Traditionally, we’ve been taught that as clients approach retirement, their investment portfolios should gradually be de-risked—transitioning to a point of near-zero risk once retirement begins. However, in the South African context, this approach may do more harm than good. With high inflation and ongoing currency depreciation, excessive exposure to local cash or bonds can significantly erode long-term purchasing power.
Offshore growth assets offer a vital hedge against these risks and should play a central role in the retirement strategy.
Key Considerations in Retirement Planning
1. Client Age and Profile
- Younger retirees still require significant exposure to growth assets to ensure long-term sustainability of their income.
- Older retirees may reduce their growth allocation gradually, but eliminating growth assets entirely can compromise income longevity.
- Drawdown Rate: A high drawdown rate (e.g., 6%-7%) increases sequence risk—the risk of poor market returns in early retirement years—and requires a careful balance between income stability and portfolio growth. The overall size of the client’s retirement capital also determines how much buffer is available to manage this risk.

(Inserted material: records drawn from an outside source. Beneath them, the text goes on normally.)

from loopcheck.engine.analysis import analyse_loop
from loopcheck.engine.controller import DiscreteSS, controller_blocks, parallel, proportional_block
from loopcheck.engine.loop import build_loop
from loopcheck.engine.model import Design
from loopcheck.engine.results import GainMargin
from loopcheck.engine.verdict import TOLERANCE

__all__ = [
    "ROUNDING_MODES",
    "DEFAULT_PEAK_SHIFT_LIMIT",
    "FirmwareFormatError",
    "NumberFormat",
    "FirmwareSettings",
    "FirmwareScaling",
    "GAIN_ERROR_LIMIT",
    "FIRMWARE_KEYS",
    "controller_frequency_response",
    "Section",
    "ControllerCoefficients",
    "QValue",
    "QSection",
    "QuantisedController",
    "LoopFigures",
    "PoleShift",
    "Recheck",
    "FirmwareExport",
    "parse_number_format",
    "round_scaled",
    "quantise_value",
    "controller_sections",
    "scale_to_firmware",
    "quantise_controller",
    "section_poles",
    "section_block",
    "loop_figures",
    "recheck",
    "export_controller",
    "run_difference_equations",
    "read_firmware_settings",
]

#: Rounding modes of the coefficient quantiser (applied to x * 2^fraction_bits):
#: ``nearest-even`` ties to the even integer (IEEE 754 default, Python's round());
#: ``nearest-away`` ties away from zero; ``nearest-up`` ties toward +infinity,
#: i.e. floor(y + 1/2), what adding half an LSB before an arithmetic right shift
#: gives; ``floor`` toward -infinity (a plain arithmetic right shift);
#: ``zero`` toward zero (truncation of the magnitude).
ROUNDING_MODES = ("nearest-even", "nearest-away", "nearest-up", "floor", "zero")

#: Default limit on how far quantisation may move a resonator pole's
#: frequency before a warning, as a fraction of the tuned frequency
#: (0.1 %: 0.05 Hz at 50 Hz). A loopcheck default, not a standard value.
DEFAULT_PEAK_SHIFT_LIMIT = 1e-3


class FirmwareFormatError(ValueError):
    """A coefficient cannot be represented in the chosen number format.

    ``key`` names the ``[firmware]`` key the user must change."""

    def __init__(self, message: str, key: str = "format"):
        super().__init__(message)
        self.key = key


# ---------------------------------------------------------------------------
# number formats and rounding
# ---------------------------------------------------------------------------


@dataclass(frozen=True)
class NumberFormat:
    """How the firmware stores coefficients.

    kind: ``"float64"`` (no rounding beyond double precision), ``"float32"``
    (IEEE 754 single, round to nearest even) or ``"fixed"`` (signed two's
    complement integers with ``fraction_bits`` bits after the binary point:
    the stored integer q stands for q * 2^-fraction_bits).
    word_bits: total bits including the sign (fixed); 32 or 64 for floats.
    rounding: one of :data:`ROUNDING_MODES` (fixed only).
    """

    kind: str = "float64"
    word_bits: int = 64
    fraction_bits: int = 0
    rounding: str = "nearest-even"

    @property
    def is_fixed(self) -> bool:
        return self.kind == "fixed"

    @property
    def integer_bits(self) -> int:
        """Bits before the binary point, sign bit not counted (fixed)."""
        return self.word_bits - 1 - self.fraction_bits

    @property
    def lsb(self) -> float:
        """Value of one least significant bit [same unit as the coefficient]."""
        return math.ldexp(1.0, -self.fraction_bits)

    @property
    def int_min(self) -> int:
        return -(1 << (self.word_bits - 1))

    @property
    def int_max(self) -> int:
        return (1 << (self.word_bits - 1)) - 1

    @property
    def c_type(self) -> str:
        """Smallest C99 exact-width signed type holding the word (fixed),
        or ``float`` / ``double``."""
        if self.kind == "float32":
            return "float"
        if self.kind == "float64":
            return "double"
        for bits in (8, 16, 32, 64):
            if self.word_bits <= bits:
                return f"int{bits}_t"
        raise ValueError("word longer than 64 bits")  # pragma: no cover - rejected when read

    @property
    def range_text(self) -> str:
        """Exact representable range, e.g. ``-4 .. 4 - 2^-13`` (fixed)."""
        return f"{-(2.0**self.integer_bits):g} .. {2.0**self.integer_bits:g} - 2^-{self.fraction_bits}"

    @property
    def label(self) -> str:
        """Short name: ``Q2.13``, ``float32``, ``float64``."""
        if self.is_fixed:
            return f"Q{self.integer_bits}.{self.fraction_bits}"
        return self.kind

    @property
    def description(self) -> str:
        """One line stating exactly what the format means."""
        if self.is_fixed:
            return (
                f"{self.label}: signed two's complement, {self.word_bits}-bit word (1 sign + {self.integer_bits} integer "
                f"+ {self.fraction_bits} fraction bits), value = integer * 2^-{self.fraction_bits}, "
                f"range {self.range_text}, LSB {self.lsb:.6g}, rounding {self.rounding}"
            )
        if self.kind == "float32":
            return "float32: IEEE 754 single precision, round to nearest even"
        return "float64: IEEE 754 double precision (coefficients as computed)"


_Q_PATTERN = re.compile(r"^[Qq](?:(\d+)\.)?(\d+)$")


def parse_number_format(text: str, rounding: str = "nearest-even") -> tuple[NumberFormat, list[str]]:
    """Read ``"Q2.13"``, ``"Q15"``, ``"float32"`` or ``"float64"``.

    ``Qm.n`` means m integer bits *not counting the sign* and n fraction bits,
    a word of 1 + m + n bits (``Q15`` = ``Q0.15``, 16 bits). Returns the format
    and notes (e.g. when the word length is not 8/16/32/64 bits, which hints
    that the other Q convention, sign counted in m, was meant). Raises
    ValueError with a one-line message."""
    t = text.strip()
    low = t.lower()
    if low in ("float32", "float64"):
        return NumberFormat(kind=low, word_bits=32 if low == "float32" else 64), []
    m = _Q_PATTERN.match(t)
    if not m:
        raise ValueError(f'expected "Q<integer bits>.<fraction bits>" (e.g. "Q2.29"), "float32" or "float64", got "{text}"')
    ib = int(m.group(1)) if m.group(1) is not None else 0
    fb = int(m.group(2))
    word = 1 + ib + fb
    if word > 64:
        raise ValueError(f'"{text}" needs a {word}-bit word (1 sign + {ib} + {fb} bits); at most 64 bits are supported')
    if word < 2:
        raise ValueError(f'"{text}" leaves no magnitude bits')
    if rounding not in ROUNDING_MODES:
        raise ValueError(f"unknown rounding {rounding!r}")
    notes = []
    if word not in (8, 16, 32, 64):
        notes.append(
            f'"{text}" is read as a {word}-bit word (1 sign + {ib} integer + {fb} fraction bits); '
            f"if the sign was counted in the integer bits, write Q{max(ib - 1, 0)}.{fb}"
        )
    return NumberFormat(kind="fixed", word_bits=word, fraction_bits=fb, rounding=rounding), notes


def round_scaled(y: float, mode: str) -> int:
    """Round the real number y (already scaled by 2^fraction_bits) to an
    integer with the given rounding mode (see :data:`ROUNDING_MODES`).

    Works on the exact binary value of y: floor and the fractional part of a
    finite double are exact."""
    if not math.isfinite(y):
        raise ValueError("cannot round a non-finite value")
    fl = math.floor(y)
    frac = y - fl  # exact: y and floor(y) share the exponent range
    if mode == "floor":
        return fl
    if mode == "zero":
        return fl if y >= 0 or frac == 0 else fl + 1
    if frac > 0.5:
        return fl + 1
    if frac < 0.5:
        return fl
    # an exact tie
    if mode == "nearest-even":
        return fl if fl % 2 == 0 else fl + 1
    if mode == "nearest-away":
        return fl + 1 if y > 0 else fl
    if mode == "nearest-up":
        return fl + 1
    raise ValueError(f"unknown rounding mode {mode!r}")


@dataclass(frozen=True)
class QValue:
    """One coefficient before and after quantisation.

    ideal: the exact value; value: what the firmware stores, as a real
    number; integer: the stored integer (fixed point) or None (floats);
    relative_error: (value - ideal)/ideal [-] (0 when the ideal value is 0,
    which every format stores exactly; -1 when a non-zero coefficient
    rounds to 0). Unit of ideal and value: that of the coefficient."""

    ideal: float
    value: float
    integer: int | None
    relative_error: float


def quantise_value(x: float, fmt: NumberFormat, what: str = "coefficient") -> QValue:
    """Quantise one coefficient. Raises :class:`FirmwareFormatError` when it
    does not fit the format (``what`` names it in the message)."""
    x = float(x)
    if fmt.kind == "float64":
        return QValue(x, x, None, 0.0)
    if fmt.kind == "float32":
        with np.errstate(over="ignore"):
            v32 = np.float32(x)
        if not np.isfinite(v32):
            raise FirmwareFormatError(f"{what} = {x:.10g} overflows float32")
        v = float(v32)
    else:
        q = round_scaled(math.ldexp(x, fmt.fraction_bits), fmt.rounding)
        if q < fmt.int_min or q > fmt.int_max:
            need = _integer_bits_needed(x)
            raise FirmwareFormatError(
                f"{what} = {x:.10g} does not fit {fmt.label} (range {fmt.range_text}); "
                f"it needs at least {need} integer bits"
            )
        v = math.ldexp(float(q), -fmt.fraction_bits)
        return QValue(x, v, q, _rel(v, x))
    return QValue(x, v, None, _rel(v, x))


def _integer_bits_needed(x: float) -> int:
    """Integer bits (sign not counted) so that x fits a signed word."""
    m = 0
    while not (-(2.0**m) <= x < 2.0**m):
        m += 1
    return m


def _rel(v: float, x: float) -> float:
    return 0.0 if x == 0.0 else (v - x) / x


# ---------------------------------------------------------------------------
# the controller as sections
# ---------------------------------------------------------------------------


@dataclass(frozen=True)
class Section:
    """One dynamic part of the controller in direct form I.

    y[k] = b0 e[k] + b1 e[k-1] (+ b2 e[k-2]) - a1 y[k-1] (- a2 y[k-2]).

    name: ``"I"`` (integrator) or ``"R<h>"`` (resonator at harmonic h);
    kind: ``"integrator"`` or ``"resonator"``; harmonic: h (None for the
    integrator); tuned_frequency_hz: h * fundamental [Hz] (None for the
    integrator); method: the discretisation method;
    b: numerator (b0, b1[, b2]) [gain unit of the enclosing
    :class:`ControllerCoefficients`]; a: (a1[, a2]) [-], a0 = 1 implied.
    """

    name: str
    kind: str
    harmonic: int | None
    tuned_frequency_hz: float | None
    method: str
    b: tuple[float, ...]
    a: tuple[float, ...]

    @property
    def order(self) -> int:
        return len(self.a)


@dataclass(frozen=True)
class ControllerCoefficients:
    """The whole controller: ``u = Kp e + sum(sections) - Hi ic``.

    gain_unit: ``"V/A"`` (SI: converter volts per ampere) or ``"count/count"``
    (firmware units: modulator counts per ADC count); Kp, Hi and every
    section numerator are in that unit, the denominators are dimensionless.
    """

    gain_unit: str
    Kp: float
    Hi: float
    sections: tuple[Section, ...]
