def _greedy_paths(
    base: pl.DataFrame,
    tiers: pl.DataFrame,
    greedy: np.ndarray,
    group_of: np.ndarray,
    band: np.ndarray,
    config: Config,
) -> tuple[np.ndarray, np.ndarray, np.ndarray, np.ndarray]:
    """Setpoint, offset, occupied and tier (n_plans, 24) by local hour; plan i is group_of[i] in band[i].

    ``greedy`` (n_tables, n_states) holds each table's most probable action column.
    """
    space, actions = config.state, np.asarray(config.actions, dtype=np.int64)
    table = base["table"].to_numpy()[group_of]
    heating = base["mode"].to_numpy() == "heat"
    comfort = np.where(heating, base["comfort_heat_c"], base["comfort_cool_c"])[group_of]
    heat = heating[group_of]
    sign = np.where(heat, -1.0, 1.0)
    low = np.where(heat, config.heat_band_c[0], config.cool_band_c[0])
    high = np.where(heat, config.heat_band_c[1], config.cool_band_c[1])
    depart = base["depart_hour"].fill_null(0).to_numpy().astype(np.int64)[group_of]
    away = np.minimum(base["away_hours"].fill_null(0).to_numpy().astype(np.int64), HOURS)[group_of]
    degrees = np.r_[0.0, np.asarray(space.degree_bin_edges_c, dtype=float)][band]
    tier_by_hour = _tier_matrix(base, tiers)[group_of]  # (n_plans, 24)
    n_plans = table.shape[0]
    rows = np.arange(n_plans)

    # Decision points over the hours of each absence, as sql/step.sql places them.
    h = np.arange(HOURS)[None, :]
    local = (depart[:, None] + h) % HOURS
    in_absence = h < away[:, None]
    tier = tier_by_hour[rows[:, None], local]
    previous = tier_by_hour[rows[:, None], (local - 1) % HOURS]
    if config.decision_points == "anchored":
        decision = (h == 0) | (h == away[:, None] - 1) | ((h > 0) & (tier > previous))
    else:
        decision = h % config.step_hours == 0
    decision = decision & in_absence
    step = np.cumsum(decision, axis=1, dtype=np.int32) - 1
    steps_left = decision.sum(axis=1)[:, None] - step

    setpoint = np.repeat(comfort[:, None], HOURS, axis=1)
    offset_by_hour = np.zeros((n_plans, HOURS))
    offset = np.zeros(n_plans)
    for hour in range(int(away.max(initial=0))):
        decide = decision[:, hour]
        key = space.encode(local[:, hour], degrees, tier[:, hour], offset, np.maximum(steps_left[:, hour], 1))
        moved = offset + actions[greedy[table, key]]
        target = np.clip(comfort + sign * moved, low, high)
        offset = np.where(decide, sign * (target - comfort), offset)
        here = in_absence[:, hour]
        cells = (rows[here], local[here, hour])
        setpoint[cells] = comfort[here] + sign[here] * offset[here]
        offset_by_hour[cells] = offset[here]
    occupied = np.ones((n_plans, HOURS), dtype=bool)
    occupied[rows[:, None].repeat(HOURS, 1)[in_absence], local[in_absence]] = False
    return setpoint, offset_by_hour, occupied, tier_by_hour


# ---- in the pipeline ---------------------------------------------------------------------------


def assignments_for(
    recommendation: pl.DataFrame | None, candidates: Sequence[Candidate], premises: pl.DataFrame
) -> pl.DataFrame:
    """Which policy to plan for which premise: premise_id, policy_name.

    With a ``recommendation`` (premise_id, policy, decision), the premises whose decision is
    'send', with the policy named; without one, every premise with every candidate that
    applies to it (``premises``: premise_id, cohort, rate_plan_id).
    """
    if recommendation is not None:
        return (
            recommendation.filter((pl.col("decision") == "send") & pl.col("policy").is_not_null())
            .select(pl.col("premise_id").cast(pl.Utf8), pl.col("policy").cast(pl.Utf8).alias("policy_name"))
            .unique(maintain_order=True)
        )
    ids = premises["premise_id"].cast(pl.Utf8)
    parts = [
        pl.DataFrame({"premise_id": ids.filter(pl.Series(c.applies(premises))), "policy_name": c.name})
        for c in candidates
    ]
    return pl.concat(parts) if parts else pl.DataFrame(schema={"premise_id": pl.Utf8, "policy_name": pl.Utf8})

- Risk Tolerance: Clients must be able to emotionally withstand market volatility. In some cases, clients with limited resources and high drawdown needs may need to take on more risk than they are comfortable with, which requires delicate management.
2. Why Offshore Growth Matters
- Rand Hedge: Offshore investments help protect purchasing power against local currency depreciation.
- Diversification: The South African equity market is highly concentrated and lacks access to many of the world’s largest and most innovative companies. Offshore markets offer exposure to sectors and opportunities not available locally
The Bucket Approach: A Structured Solution
At WGA Wealth, we use a proven method known as the bucket approach to retirement income planning. This strategy structures investments across three or four key buckets:
- Bucket 1 – Income (Year 1): Capital is invested in low-risk, liquid instruments to meet the client’s immediate income needs.
- Bucket 2 – Stable and Balanced (Years 2-3): This portion of the portfolio offers a balance between income generation and capital preservation.
- Bucket 3 – Growth (Long-Term): The remainder is allocated to growth assets, with a significant portion in offshore equities to ensure long-term portfolio resilience and income sustainability.
Life annuities, or a combination of life and living annuities—often referred to as a hybrid approach—can be effective tools for ensuring the long-term sustainability of investment income. For example, a life annuity can be used to replace ‘Bucket 1,’ as previously discussed, or simply to boost overall income levels.
While there is no one-size-fits-all solution, we find that South African retirees generally benefit from allocating 40%–60% of their growth assets offshore, depending on their specific goals and financial circumstances.